According to a Goa Police spokesperson, a case has been registered on Braganza’s complaint and investigation is on. “All complaints are enquired into and we motivate the victims to register cases. In fact, the police have taken a very serious view of the issue and improved police presence and intensified patrolling in the area. The residents are also advised to improve the security by placing CCTV cameras, appointing common watchmen for their society for round-the-clock presence and informing the police when residents go out of station for long periods,” says the spokesperson.
But according to Putul Sinha, wife of the late Colonel Tara Kumar Sinha, registering an FIR is easier said than done.
Recalling her return from Lucknow, in December 2018 after her husband’s death, to a ransacked home, Putul says, “I went grieving to the police station. They sat me down and when I insisted that I wanted to lodge a FIR they kept asking how I would follow it up? They discouraged me saying it’s a long battle and I am old, and FIRs are usually pointless. They sent a team to our home, but refused to take fingerprints as they said the iron rods have rusted, and fingerprints will not come good and closed the case.”
Brigadier G R Bhangui’s house falls between two parallel roads and has been burgled six times, twice in 2017, and in late 2018. “The first time, they left telltale evidence, like remnants of meals cooked during the burglary. Then, they started stealing water meters, and everything metal. At least one among them was religious, he stole my Gita,” says Bhangui, who was at the Advanced Dressing Station treating war casualties in at least two wars.
Opposite his house, the Sainik Consumer Co-operative store was burgled and “looted for the obvious”: whiskey bottles. The store has since installed CCTVs and other security features — but it was robbed again, twice.

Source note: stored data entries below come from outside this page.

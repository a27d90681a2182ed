"""Preprocessing: optional log10 per variable, then centring and scaling.

Everything is learned from the training data (``fit``) and re-applied unchanged
to new data (``transform``). Means and standard deviations ignore missing
values (NaN) and use ddof=1.

Scaling methods (van den Berg et al. 2006, BMC Genomics 7:142, compare them):

- ``none``: values as they are;
- ``center``: subtract the mean;
- ``autoscale``: subtract the mean, divide by the standard deviation;
- ``pareto``: subtract the mean, divide by the square root of the standard deviation.
"""

from __future__ import annotations

from collections.abc import Sequence

import numpy as np
import pandas as pd

from analysis.errors import InputError

SCALINGS = ("none", "center", "autoscale", "pareto")

def default_variable_names(p: int) -> list[str]:
    """Names used when the data come without column names: x1, x2, ..."""
    return [f"x{j + 1}" for j in range(p)]


def default_sample_ids(n: int) -> list[str]:
    """Ids used when the data come without sample ids: row numbers counted from 1."""
    return list(map(str, range(1, n + 1)))


def row_label(sample_ids, i: int) -> str:
    """The sample id of row i, or its row number counted from 1 when there are no ids."""
    return str(i + 1) if sample_ids is None else sample_ids[i]


def as_matrix(X, sample_ids=None, variable_names=None, default_ids=True):
    """Validate input and return (float64 matrix, sample ids, variable names); see ``validated``."""
    values, sample_ids, variable_names, _ = validated(X, sample_ids, variable_names, default_ids)
    return values, sample_ids, variable_names


def validated(X, sample_ids=None, variable_names=None, default_ids=True):
    """Validate input: (float64 matrix, sample ids, variable names, complete).

    ``complete`` is True when no value is missing. ``X`` is an ndarray or a
    DataFrame (index gives the sample ids and columns the variable names
    unless given explicitly). NaN marks a missing value; infinite or
    non-numeric values are an InputError naming row and column.
    With ``default_ids=False`` an ndarray without ids gets None instead of a
    list of row numbers (messages still name the row number).
    """
    if isinstance(X, pd.DataFrame):
        if sample_ids is None:
            sample_ids = [str(s) for s in X.index]
        if variable_names is None:
            variable_names = [str(c) for c in X.columns]
        try:
            values = X.to_numpy(dtype=np.float64)
        except (TypeError, ValueError) as exc:
            bad = [str(c) for c in X.columns if not pd.api.types.is_numeric_dtype(X[c])]
            raise InputError(f"non-numeric variable(s): {', '.join(bad[:10]) or exc}") from exc
    else:
        try:
            values = np.asarray(X, dtype=np.float64)
        except (TypeError, ValueError) as exc:
            raise InputError(f"data must be numeric: {exc}") from exc
    if values.ndim != 2:
        raise InputError(f"data must be a 2-D table (samples x variables), got {values.ndim} dimension(s)")
    n, p = values.shape
    if sample_ids is not None:
        sample_ids = [str(s) for s in sample_ids]
    elif default_ids:
        sample_ids = default_sample_ids(n)
    variable_names = default_variable_names(p) if variable_names is None else [str(v) for v in variable_names]
    if sample_ids is not None and len(sample_ids) != n:
        raise InputError(f"{len(sample_ids)} sample ids given for {n} rows")
    if len(variable_names) != p:
        raise InputError(f"{len(variable_names)} variable names given for {p} columns")
    if len(set(variable_names)) != p:
        dup = sorted({v for v in variable_names if variable_names.count(v) > 1})
        raise InputError(f"duplicate variable name(s): {', '.join(dup[:10])}")
    # A finite total means every value is finite (fast path: no n x p temporary).
    complete = bool(np.isfinite(values.sum()))
    if not complete and np.isinf(values).any():
        i, j = np.argwhere(np.isinf(values))[0]
        raise InputError(
            f"infinite value {values[i, j]} in variable {variable_names[j]!r}, sample {row_label(sample_ids, i)!r}"
        )
    if not complete:
        complete = not np.isnan(values).any()  # a finite-valued sum can still overflow
    return values, sample_ids, variable_names, complete


def check_log10(values: np.ndarray, log_mask: np.ndarray, sample_ids, variable_names) -> None:
    """Raise InputError for the first non-positive value in a log10 variable."""
    if not log_mask.any():
        return
    sub = values[:, log_mask]
    bad = sub <= 0  # NaN compares False: missing stays missing
    if bad.any():
        i, k = np.argwhere(bad)[0]
        j = np.flatnonzero(log_mask)[k]
        raise InputError(
            f"log10 needs positive values: variable {variable_names[j]!r}, sample {row_label(sample_ids, i)!r} "
            f"has {values[i, j]:g}"
        )


class Preprocessor:
    """log10 (chosen variables), centring and scaling learned on training data.

    Parameters
    ----------
    scaling : {"none", "center", "autoscale", "pareto"}
    log10 : sequence of str
        Variables to replace by their base-10 logarithm before centring.
    drop_constant : bool
        When False (default) a constant variable is an InputError naming it
        if the scaling divides by the SD (autoscale, pareto) and is kept
        otherwise; when True every constant variable is dropped with a warning.

    Attributes
    ----------
    mean_ : ndarray (p,)   subtracted after log10 (0 for ``none``)
    sd_ : ndarray (p,)     standard deviation (ddof=1) after log10, for every scaling
    scale_ : ndarray (p,)  divisor after centring (1, sd or sqrt(sd))
    log_mask_ : ndarray of bool (p,)
    variable_names_ : list[str]   variables kept
    dropped_variables_ : list[str]
    warnings_ : list[str]
    """

    def __init__(self, scaling: str = "autoscale", log10: Sequence[str] = (), drop_constant: bool = False):
        self.scaling = scaling
        self.log10 = log10
        self.drop_constant = drop_constant

    def fit(
        self, values: np.ndarray, sample_ids: list[str], variable_names: list[str], gram: bool = False
    ) -> Preprocessor:
        """Learn log10 mask, means and scales from ``values`` (n, p); NaN ignored.

        With ``gram=True`` (complete data only) the same pass also accumulates
        ``gram_``, the p x p cross-product of the centred, unscaled kept
        variables, from which a PCA of tall data needs no further pass.
        """
        if self.scaling not in SCALINGS:
            raise InputError(f"scaling={self.scaling!r} is not one of {', '.join(SCALINGS)}")
        log10 = [self.log10] if isinstance(self.log10, str) else [str(v) for v in self.log10]
        unknown = [v for v in log10 if v not in variable_names]
        if unknown:
            raise InputError(f"log10 variable(s) not in the data: {', '.join(unknown[:10])}")
        log_mask = np.isin(np.asarray(variable_names, dtype=object), log10)
        check_log10(values, log_mask, sample_ids, variable_names)

        mean, sd, n_obs, cross = column_moments(values, log_mask, gram=gram)
        too_few = n_obs < 2
        constant = ~too_few & (sd <= 64 * np.finfo(float).eps * np.abs(mean))
        # Only scalings that divide by the SD are broken by a constant variable; when
        # dropping is allowed, constant variables go whatever the scaling (they carry nothing).
        divides = self.scaling in ("autoscale", "pareto")
        bad = too_few | (constant & (divides or self.drop_constant))
        self.warnings_ = []
        names = np.asarray(variable_names, dtype=object)
        if bad.any():
            described = [
                f"{v} ({'fewer than 2 values' if few else 'constant'})"
                for v, few in zip(names[bad], too_few[bad])
            ]
            if not self.drop_constant:
                raise InputError(
                    f"variable(s) that cannot be scaled: {', '.join(described[:10])}"
                    + (f" and {len(described) - 10} more" if len(described) > 10 else "")
                    + "; remove them or allow dropping constant variables"
                )
            self.warnings_.append(f"dropped variable(s) that cannot be scaled: {', '.join(described)}")
        keep = ~bad
        if not keep.any():
            raise InputError("no variable is left after dropping constant variables")
        self.keep_ = keep
        self.input_variables_ = list(variable_names)
        self.variable_names_ = [str(v) for v in names[keep]]
        self.dropped_variables_ = [str(v) for v in names[bad]]
        self.log_mask_ = log_mask[keep]
        self.gram_ = cross[np.ix_(keep, keep)] if cross is not None else None
        self.sd_ = sd[keep]
        if self.scaling == "none":
            self.mean_ = np.zeros(keep.sum())
        else:
            self.mean_ = mean[keep]
        if self.scaling == "autoscale":
            self.scale_ = self.sd_.copy()
        elif self.scaling == "pareto":
            self.scale_ = np.sqrt(self.sd_)
        else:
            self.scale_ = np.ones(keep.sum())
        return self


def has_missing(values: np.ndarray) -> bool:
    """True when ``values`` (already checked for infinities) holds a NaN."""
    return not np.isfinite(values.sum()) and bool(np.isnan(values).any())


def block_rows(p: int) -> int:
    """Rows per block: about 8 MB of float64 per block, enough for efficient BLAS calls
    while the block stays far smaller than the data."""
    return max(256, (1 << 20) // max(p, 1))


def column_moments(values: np.ndarray, log_mask: np.ndarray, gram: bool = False):
    """Mean, SD (ddof=1), number of observed values per column after log10, and
    (``gram=True``, complete data) the cross-product matrix of the centred columns.

    Without ``gram``: two passes (centre, then sum squares) in row blocks.
    With ``gram`` (the caller guarantees complete data): ``shifted_cross_product``.
    Both avoid the cancellation of "sum of squares minus square of sums" and
    make no full-size copy.
    """
    n, p = values.shape
    step = block_rows(p)
    if gram:
        return shifted_cross_product(values, log_mask, step)
    missing = has_missing(values)
    n_obs = np.sum(~np.isnan(values), axis=0) if missing else np.full(p, n)
    total = np.zeros(p)
    for start in range(0, n, step):
        block = apply_log10(values[start : start + step], log_mask)
        total += np.nansum(block, axis=0) if missing else block.sum(axis=0)
    with np.errstate(invalid="ignore", divide="ignore"):
        mean = total / n_obs
    ss = np.zeros(p)
    for start in range(0, n, step):
        block = apply_log10(values[start : start + step], log_mask) - mean
        if missing:
            block = np.where(np.isnan(block), 0.0, block)
        ss += np.einsum("ij,ij->j", block, block)
    with np.errstate(invalid="ignore", divide="ignore"):
        sd = np.sqrt(ss / (n_obs - 1))
    return mean, sd, n_obs, None


def shifted_cross_product(values: np.ndarray, log_mask: np.ndarray, step: int):
    """One pass over complete data: mean, SD and centred cross-product matrix.

    The data are shifted by the mean c of the first block (the "shifted data"
    algorithm recommended by Chan, Golub & LeVeque 1983, The American
    Statistician 37, 242-247), and a column of ones appended, so one
    cross-product per block gives both sum((x-c)(x-c)') and sum(x-c); then
    centred = shifted - n d d' with d = mean - c. The correction cancels about
    log10(n d^2 / centred sum of squares) digits, which is at most
    log10(n / rows of the first block) because the first block is part of the
    data; beyond 4 digits (only possible for tens of millions of rows) a
    second, exactly centred pass is made instead.
    """
    n, p = values.shape
    shift = apply_log10(values[:step], log_mask).mean(axis=0)
    buffer = np.empty((min(step, n), p + 1))
    buffer[:, p] = 1.0
    augmented = np.zeros((p + 1, p + 1))
    for start in range(0, n, step):
        block = apply_log10(values[start : start + step], log_mask)
        k = block.shape[0]
        np.subtract(block, shift, out=buffer[:k, :p])
        augmented += buffer[:k].T @ buffer[:k]
    d = augmented[p, :p] / n
    mean = shift + d
    cross = augmented[:p, :p] - n * np.outer(d, d)
    # Digits lost to cancellation ~ log10(shifted / centred sum of squares); accept up to 4.
    if np.any(n * d * d > 1e4 * np.maximum(np.diag(cross), 0.0)):
        cross = np.zeros((p, p))
        for start in range(0, n, step):
            block = apply_log10(values[start : start + step], log_mask) - mean
            cross += block.T @ block
    sd = np.sqrt(np.diag(cross) / (n - 1))
    return mean, sd, np.full(p, n), cross


def apply_log10(block: np.ndarray, log_mask: np.ndarray) -> np.ndarray:
    """``block`` with log10 applied to the masked columns (a copy when any column is logged)."""
    if not log_mask.any():
        return block
    out = np.array(block, dtype=np.float64, copy=True)
    out[:, log_mask] = np.log10(out[:, log_mask])
    return out


def scale_block(block: np.ndarray, log_mask: np.ndarray, mean: np.ndarray, scale: np.ndarray, out=None) -> np.ndarray:
    """log10, centre and scale one block of rows (NaN kept) into ``out`` (a new array by default).

    Passing a reusable ``out`` buffer spares a fresh allocation per block.
    """
    if out is None:
        out = np.empty(block.shape)
    np.subtract(apply_log10(block, log_mask), mean, out=out)
    if np.any(scale != 1.0):  # centring-only scalings skip a pass
        out *= 1.0 / scale  # one reciprocal per variable; multiplying is cheaper than dividing
    return out
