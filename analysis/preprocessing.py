"""Preprocessing: optional log10 per variable, then centring and scaling.

Everything is learned from the training data (``fit``) and re-applied unchanged
to new data (``transform``). Means and standard deviations ignore missing
values (NaN) and use ddof=1.

Scaling methods (van den Berg et al. 2006, BMC Genomics 7:142, compare them):

- ``none``: values as they are;
- ``center``: subtract the mean;
- ``autoscale``: subtract the mean, divide by the standard deviation;
- ``pareto``: subtract the mean, divide by the square root of the standard deviation.
"""

from __future__ import annotations

from collections.abc import Sequence

import numpy as np
import pandas as pd

from analysis.errors import InputError

SCALINGS = ("none", "center", "autoscale", "pareto")

def default_variable_names(p: int) -> list[str]:
    """Names used when the data come without column names: x1, x2, ..."""
    return [f"x{j + 1}" for j in range(p)]


def default_sample_ids(n: int) -> list[str]:
    """Ids used when the data come without sample ids: row numbers counted from 1."""
    return [f"{i}" for i in range(1, n + 1)]  # an f-string builds these about twice as fast as str()


def as_strings(labels) -> list[str]:
    """``labels`` (a sequence or pandas Index) as a list of str; no per-item conversion when already str."""
    items = labels.tolist() if hasattr(labels, "tolist") else list(labels)
    return items if all(type(s) is str for s in items) else [str(s) for s in items]


def row_label(sample_ids, i: int) -> str:
    """The sample id of row i, or its row number counted from 1 when there are no ids."""
    return str(i + 1) if sample_ids is None else sample_ids[i]


def as_matrix(X, sample_ids=None, variable_names=None, default_ids=True):
    """Validate input and return (float64 matrix, sample ids, variable names); see ``validated``."""
    values, sample_ids, variable_names, _, _ = validated(X, sample_ids, variable_names, default_ids)
    return values, sample_ids, variable_names


def validated(X, sample_ids=None, variable_names=None, default_ids=True):
    """Validate input: (float64 matrix, sample ids, variable names, complete, column sums).

    ``complete`` is True when no value is missing; ``column sums`` (p,) come
    from the finiteness check and are finite whenever ``complete`` is, except
    after overflow. ``X`` is an ndarray or a DataFrame (index gives the sample
    ids and columns the variable names unless given explicitly); a float64
    array or frame is used as it is, without a copy. NaN marks a missing
    value; infinite or non-numeric values are an InputError naming row and
    column. With ``default_ids=False`` data without ids get None instead of a
    list of row numbers (messages still name the row number).
    """
    if isinstance(X, pd.DataFrame):
        if sample_ids is None:
            sample_ids = X.index
        if variable_names is None:
            variable_names = X.columns
        try:
            values = X.to_numpy(dtype=np.float64, copy=False)
        except (TypeError, ValueError) as exc:
            bad = [str(c) for c in X.columns if not pd.api.types.is_numeric_dtype(X[c])]
            raise InputError(f"non-numeric variable(s): {', '.join(bad[:10]) or exc}") from exc
    else:
        try:
            values = np.asarray(X, dtype=np.float64)
        except (TypeError, ValueError) as exc:
            raise InputError(f"data must be numeric: {exc}") from exc
    if values.ndim != 2:
        raise InputError(f"data must be a 2-D table (samples x variables), got {values.ndim} dimension(s)")
    n, p = values.shape
    if sample_ids is not None:
        sample_ids = as_strings(sample_ids)
    elif default_ids:
        sample_ids = default_sample_ids(n)
    variable_names = default_variable_names(p) if variable_names is None else as_strings(variable_names)
    if sample_ids is not None and len(sample_ids) != n:
        raise InputError(f"{len(sample_ids)} sample ids given for {n} rows")
    if len(variable_names) != p:
        raise InputError(f"{len(variable_names)} variable names given for {p} columns")
    if len(set(variable_names)) != p:
        dup = sorted({v for v in variable_names if variable_names.count(v) > 1})
        raise InputError(f"duplicate variable name(s): {', '.join(dup[:10])}")
    # Finite column sums mean every value is finite (fast path: no n x p temporary); the
    # sums are kept, so a fit gets its means from this pass.
    column_sums = values.sum(axis=0)
    complete = bool(np.isfinite(column_sums).all())
    if not complete and np.isinf(values).any():
        i, j = np.argwhere(np.isinf(values))[0]
        raise InputError(
            f"infinite value {values[i, j]} in variable {variable_names[j]!r}, sample {row_label(sample_ids, i)!r}"
        )
    if not complete:
        complete = not np.isnan(values).any()  # a finite-valued sum can still overflow
    return values, sample_ids, variable_names, complete, column_sums


def check_log10(values: np.ndarray, log_mask: np.ndarray, sample_ids, variable_names) -> None:
    """Raise InputError for the first non-positive value in a log10 variable."""
    if not log_mask.any():
        return
    sub = values[:, log_mask]
    bad = sub <= 0  # NaN compares False: missing stays missing
    if bad.any():
        i, k = np.argwhere(bad)[0]
        j = np.flatnonzero(log_mask)[k]
        raise InputError(
            f"log10 needs positive values: variable {variable_names[j]!r}, sample {row_label(sample_ids, i)!r} "
            f"has {values[i, j]:g}"
        )


class Preprocessor:
    """log10 (chosen variables), centring and scaling learned on training data.

    Parameters
    ----------
    scaling : {"none", "center", "autoscale", "pareto"}
    log10 : sequence of str
        Variables to replace by their base-10 logarithm before centring.
    drop_constant : bool
        When False (default) a constant variable is an InputError naming it
        if the scaling divides by the SD (autoscale, pareto) and is kept
        otherwise; when True every constant variable is dropped with a warning.

    Attributes
    ----------
    mean_ : ndarray (p,)   subtracted after log10 (0 for ``none``)
    sd_ : ndarray (p,)     standard deviation (ddof=1) after log10, for every scaling
    scale_ : ndarray (p,)  divisor after centring (1, sd or sqrt(sd))
    log_mask_ : ndarray of bool (p,)
    variable_names_ : list[str]   variables kept
    dropped_variables_ : list[str]
    warnings_ : list[str]
    """

    def __init__(self, scaling: str = "autoscale", log10: Sequence[str] = (), drop_constant: bool = False):
        self.scaling = scaling
        self.log10 = log10
        self.drop_constant = drop_constant

    def fit(
        self, values: np.ndarray, sample_ids, variable_names: list[str], gram: bool = False, column_sums=None
    ) -> Preprocessor:
        """Learn log10 mask, means and scales from ``values`` (n, p); NaN ignored.

        With ``gram=True`` (complete data only) the same pass also accumulates
        ``gram_``, the p x p cross-product of the centred, unscaled kept
        variables, from which a PCA of tall data needs no further pass;
        ``column_sums`` of the raw values (from ``validated``), when given,
        supply the centre of that pass. ``sample_ids`` may be None (rows are
        then named by number in messages).
        """
        if self.scaling not in SCALINGS:
            raise InputError(f"scaling={self.scaling!r} is not one of {', '.join(SCALINGS)}")
        log10 = [self.log10] if isinstance(self.log10, str) else [str(v) for v in self.log10]
        unknown = [v for v in log10 if v not in variable_names]
        if unknown:
            raise InputError(f"log10 variable(s) not in the data: {', '.join(unknown[:10])}")
        log_mask = np.isin(np.asarray(variable_names, dtype=object), log10)
        check_log10(values, log_mask, sample_ids, variable_names)

        mean, sd, n_obs, cross = column_moments(values, log_mask, gram=gram, column_sums=column_sums)
        too_few = n_obs < 2
        constant = ~too_few & (sd <= 64 * np.finfo(float).eps * np.abs(mean))
        # Only scalings that divide by the SD are broken by a constant variable; when
        # dropping is allowed, constant variables go whatever the scaling (they carry nothing).
        divides = self.scaling in ("autoscale", "pareto")
        bad = too_few | (constant & (divides or self.drop_constant))
        self.warnings_ = []
        names = np.asarray(variable_names, dtype=object)
        if bad.any():
            described = [
                f"{v} ({'fewer than 2 values' if few else 'constant'})"
                for v, few in zip(names[bad], too_few[bad])
            ]
            if not self.drop_constant:
                raise InputError(
                    f"variable(s) that cannot be scaled: {', '.join(described[:10])}"
                    + (f" and {len(described) - 10} more" if len(described) > 10 else "")
                    + "; remove them or allow dropping constant variables"
                )
            self.warnings_.append(f"dropped variable(s) that cannot be scaled: {', '.join(described)}")
        keep = ~bad
        if not keep.any():
            raise InputError("no variable is left after dropping constant variables")
        self.keep_ = keep
        self.input_variables_ = list(variable_names)
        self.variable_names_ = [str(v) for v in names[keep]]
        self.dropped_variables_ = [str(v) for v in names[bad]]
        self.log_mask_ = log_mask[keep]
        self.gram_ = cross[np.ix_(keep, keep)] if cross is not None else None
        self.sd_ = sd[keep]
        if self.scaling == "none":
            self.mean_ = np.zeros(keep.sum())
        else:
            self.mean_ = mean[keep]
        if self.scaling == "autoscale":
            self.scale_ = self.sd_.copy()
        elif self.scaling == "pareto":
            self.scale_ = np.sqrt(self.sd_)
        else:
            self.scale_ = np.ones(keep.sum())
        return self


def has_missing(values: np.ndarray) -> bool:
    """True when ``values`` (already checked for infinities) holds a NaN."""
    return not np.isfinite(values.sum()) and bool(np.isnan(values).any())


def block_rows(p: int) -> int:
    """Rows per block: about 8 MB of float64 per block, enough for efficient BLAS calls
    while the block stays far smaller than the data."""
    return max(256, (1 << 20) // max(p, 1))


def block_buffer(values: np.ndarray, rows: int) -> np.ndarray:
    """A reusable buffer for blocks of ``rows`` rows of ``values``, in the same memory order
    (column-major for the arrays pandas hands out), so filling it reads and writes in sequence."""
    order = "F" if values.flags.f_contiguous and not values.flags.c_contiguous else "C"
    return np.empty((min(rows, values.shape[0]), values.shape[1]), order=order)


def column_moments(values: np.ndarray, log_mask: np.ndarray, gram: bool = False, column_sums=None):
    """Mean, SD (ddof=1), number of observed values per column after log10, and
    (``gram=True``, complete data) the cross-product matrix of the centred columns.

    Without ``gram``: two passes (centre, then sum squares) in row blocks.
    With ``gram`` (the caller guarantees complete data): ``shifted_cross_product``,
    centred on ``column_sums / n`` where given.
    Both avoid the cancellation of "sum of squares minus square of sums" and
    make no full-size copy.
    """
    n, p = values.shape
    step = block_rows(p)
    if gram:
        shift = None if column_sums is None else np.asarray(column_sums, dtype=np.float64) / n
        return shifted_cross_product(values, log_mask, step, shift=shift)
    missing = has_missing(values)
    n_obs = np.sum(~np.isnan(values), axis=0) if missing else np.full(p, n)
    total = np.zeros(p)
    for start in range(0, n, step):
        block = apply_log10(values[start : start + step], log_mask)
        total += np.nansum(block, axis=0) if missing else block.sum(axis=0)
    with np.errstate(invalid="ignore", divide="ignore"):
        mean = total / n_obs
    ss = np.zeros(p)
    for start in range(0, n, step):
        block = apply_log10(values[start : start + step], log_mask) - mean
        if missing:
            block = np.where(np.isnan(block), 0.0, block)
        ss += np.einsum("ij,ij->j", block, block)
    with np.errstate(invalid="ignore", divide="ignore"):
        sd = np.sqrt(ss / (n_obs - 1))
    return mean, sd, n_obs, None


def shifted_cross_product(values: np.ndarray, log_mask: np.ndarray, step: int, shift=None):
    """One pass over complete data: mean, SD and centred cross-product matrix.

    Each row block is shifted by a centre c into one reused buffer, and the
    buffer's cross-product (a symmetric rank-k update) and column sums are
    accumulated: sum((x-c)(x-c)') and sum(x-c). Then mean = c + d and
    centred = shifted - n d d' with d = sum(x-c) / n (the "shifted data"
    algorithm, Chan, Golub & LeVeque 1983, The American Statistician 37,
    242-247). The centre is ``shift`` (the column means from the finiteness
    check; d is then rounding-sized) for unlogged columns, and the mean of the
    first block otherwise. The correction cancels about log10(n d^2 / centred
    sum of squares) digits; beyond 4 digits a second, exactly centred pass is
    made instead.
    """
    n, p = values.shape
    centre = apply_log10(values[:step], log_mask).mean(axis=0)
    if shift is not None:  # an overflowed sum gives no usable centre
        centre = np.where(log_mask | ~np.isfinite(shift), centre, shift)
    buffer = block_buffer(values, step)
    shifted = np.zeros((p, p))
    shifted_sum = np.zeros(p)
    for start in range(0, n, step):
        block = apply_log10(values[start : start + step], log_mask)
        z = np.subtract(block, centre, out=buffer[: block.shape[0]])
        shifted += z.T @ z  # numpy hands Z'Z of one buffer to BLAS syrk
        shifted_sum += z.sum(axis=0)
    d = shifted_sum / n
    mean = centre + d
    cross = shifted - n * np.outer(d, d)
    # Digits lost to cancellation ~ log10(shifted / centred sum of squares); accept up to 4.
    if np.any(n * d * d > 1e4 * np.maximum(np.diag(cross), 0.0)):
        cross = np.zeros((p, p))
        for start in range(0, n, step):
            block = apply_log10(values[start : start + step], log_mask)
            z = np.subtract(block, mean, out=buffer[: block.shape[0]])
            cross += z.T @ z
    sd = np.sqrt(np.diag(cross) / (n - 1))
    return mean, sd, np.full(p, n), cross


def apply_log10(block: np.ndarray, log_mask: np.ndarray) -> np.ndarray:
    """``block`` with log10 applied to the masked columns (a copy when any column is logged)."""
    if not log_mask.any():
        return block
    out = np.array(block, dtype=np.float64, copy=True)
    out[:, log_mask] = np.log10(out[:, log_mask])
    return out


def scale_block(block: np.ndarray, log_mask: np.ndarray, mean: np.ndarray, scale: np.ndarray, out=None) -> np.ndarray:
    """log10, centre and scale one block of rows (NaN kept) into ``out`` (a new array by default).

    Passing a reusable ``out`` buffer spares a fresh allocation per block.
    """
    if out is None:
        out = np.empty(block.shape)
    np.subtract(apply_log10(block, log_mask), mean, out=out)
    if np.any(scale != 1.0):  # centring-only scalings skip a pass
        out *= 1.0 / scale  # one reciprocal per variable; multiplying is cheaper than dividing
    return out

Commander Jerald Gonsalves was posted in Kochi when his house was burgled with even “even fans and the water meter robbed…Imagine you are in a job with bigger, pressing concerns and you get a call that your house limits have been trespassed…We continue to be insecure”.
Tulshi Sawardekar, whose husband retired from Corps of Engineers, recalls how she was called out of the garden by “men asking for the address of a tuition teacher and then making haste with my neck chain”.
Says Bhangui, “I can afford to live a comfortable life, but I now live a forced frugal life because I know it will be gone every time we leave home.” The irony of defence personnel’s homes being breached is not lost on him. “I think we are being observed, watched every day. It’s sad.”